Records from a collection:
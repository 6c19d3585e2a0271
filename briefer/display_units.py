"""The display-units preference: how the brief's weather and weight are shown, in one place.

Two sets:

* ``us`` (the default): weight in pounds, visibility in the unit of the minimums (statute miles
  in chart fractions for SM minimums, metres for metre minimums), altimeter in hectopascals as the
  brief has always shown it.
* ``icao``: weight in kilograms, visibility in metres (100 m steps) below 5 km and whole
  kilometres from 5 km (the steps of ICAO Annex 3 reports), altimeter (QNH) in whole hectopascals.

MDA, heights and altitudes stay in feet, distances in NM, speeds in knots in both sets. A
visibility is rounded DOWN to the step (never more than was reported); a requirement charted in
statute miles keeps its charted text with the exact metres beside it ('2 1/2 SM = 4023 m').
Only what is shown changes: the JSON keeps its own units (they are in its keys), and a
finding's sentence keeps the default words in the JSON (`finding_text` says it in the set shown).

Conversions from `briefer.units` (NIST SP 811 Appendix B). Pure Python: no numpy, Rich or Textual.
"""

from __future__ import annotations

from collections.abc import Iterable
from typing import TYPE_CHECKING

from briefer.units import LB_TO_KG, SM_TO_M
from briefer.wording import visibility_words

if TYPE_CHECKING:       # the Brief's parts are read here, never built (no numpy at import)
    from briefer.result import Finding, VisibilityMention

UNIT_SETS = ("us", "icao")
"""The display-unit sets, as written in the config file and after ``--units``."""
DEFAULT_UNITS = "us"
METRE_STEP_LIMIT_M = 5000
"""From here on a metric visibility is given in whole kilometres."""


def check_units(value: object) -> str:
    """The unit set named by `value` ('us' or 'icao', any case); ValueError for anything else."""
    if isinstance(value, str) and value.strip().lower() in UNIT_SETS:
        return value.strip().lower()
    raise ValueError(f"expected one of {', '.join(UNIT_SETS)}, got {value!r}")


def next_units(units: str) -> str:
    """The other set (the app's toggle)."""
    return UNIT_SETS[(UNIT_SETS.index(check_units(units)) + 1) % len(UNIT_SETS)]


def weight_words(weight_lb: float, units: str = DEFAULT_UNITS) -> str:
    """'31000 lb' or '14061 kg'."""
    if check_units(units) == "icao":
        return f"{weight_lb * LB_TO_KG:.0f} kg"
    return f"{weight_lb:.0f} lb"


def altimeter_words(altimeter_hpa: float, units: str = DEFAULT_UNITS, *, spec: str = ".0f") -> str:
    """'1009 hPa' (us: `spec` as the renderer always printed it; icao: whole hectopascals, as QNH
    is reported)."""
    if check_units(units) == "icao":
        return f"{altimeter_hpa:.0f} hPa"
    return f"{altimeter_hpa:{spec}} hPa"


def metric_visibility_words(value_sm: float | None) -> str:
    """'4800 m' (100 m steps below 5 km), '9 km' (whole km from 5 km), rounded down;
    'not reported' for None."""
    if value_sm is None or value_sm != value_sm:
        return "not reported"
    metres = value_sm * SM_TO_M
    if metres + 1e-6 >= METRE_STEP_LIMIT_M:
        return f"{int(metres / 1000.0 + 1e-9)} km"
    return f"{int(metres / 100.0 + 1e-6) * 100} m"


def visibility_reported_words(value_sm: float | None, *, metre_minimums: bool, units: str = DEFAULT_UNITS) -> str:
    """A reported visibility: us in the unit of the minimums, icao in metres or kilometres."""
    if check_units(units) == "icao":
        return metric_visibility_words(value_sm)
    return visibility_words(value_sm, metres=metre_minimums)


def visibility_required_words(text: str | None, required_sm: float | None, *, metre_minimums: bool,
                              units: str = DEFAULT_UNITS) -> str | None:
    """The required visibility as charted ('2 1/2 SM', '2800 m'); icao adds the metres to a
    requirement charted in statute miles ('2 1/2 SM = 4023 m', exact to the metre, not rounded
    to a step that could read as less than required). None when there is none."""
    if text is None or check_units(units) != "icao" or metre_minimums or required_sm is None:
        return text
    return f"{text} = {required_sm * SM_TO_M:.0f} m"


def mention_words(mention: VisibilityMention, units: str = DEFAULT_UNITS) -> str:
    """A visibility a text names, in the display units: a requirement as charted (icao: with the
    metres beside one charted in statute miles), any other visibility as a report is shown."""
    if check_units(units) != "icao":
        return mention.text
    if mention.required:
        return visibility_required_words(mention.text, mention.visibility_sm, metre_minimums=mention.metre_minimums,
                                         units=units) or mention.text
    return metric_visibility_words(mention.visibility_sm)


def said_in(text: str, mentions: Iterable[VisibilityMention], units: str = DEFAULT_UNITS) -> str:
    """`text` (a finding's, an alternative's why-not) with the visibilities it names said in the
    display units: each mention's words, in the order they stand in the text, replaced by
    `mention_words` (the us set leaves the text as written)."""
    if check_units(units) != "icao":
        return text
    pos = 0
    for m in mentions:
        at = text.find(m.text, pos)
        if at < 0:
            continue
        words = mention_words(m, units)
        text = text[:at] + words + text[at + len(m.text):]
        pos = at + len(words)
    return text


def finding_text(finding: Finding, units: str = DEFAULT_UNITS) -> str:
    """A finding's sentence in the display units (`said_in`)."""
    return said_in(finding.text, finding.visibilities, units)


__all__ = ["DEFAULT_UNITS", "UNIT_SETS", "altimeter_words", "check_units", "finding_text", "mention_words",
           "metric_visibility_words", "next_units", "said_in", "visibility_reported_words",
           "visibility_required_words", "weight_words"]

§ What the task asks
Write out exactly the lines above from the line with "from briefer.units import LB_TO_KG, SM_TO_M" through the line with "def check_units(value: object)", both of them included, and leave out all other lines.

§ Result for this exercise
from briefer.units import LB_TO_KG, SM_TO_M
from briefer.wording import visibility_words

if TYPE_CHECKING:       # the Brief's parts are read here, never built (no numpy at import)
    from briefer.result import Finding, VisibilityMention

UNIT_SETS = ("us", "icao")
"""The display-unit sets, as written in the config file and after ``--units``."""
DEFAULT_UNITS = "us"
METRE_STEP_LIMIT_M = 5000
"""From here on a metric visibility is given in whole kilometres."""


def check_units(value: object) -> str:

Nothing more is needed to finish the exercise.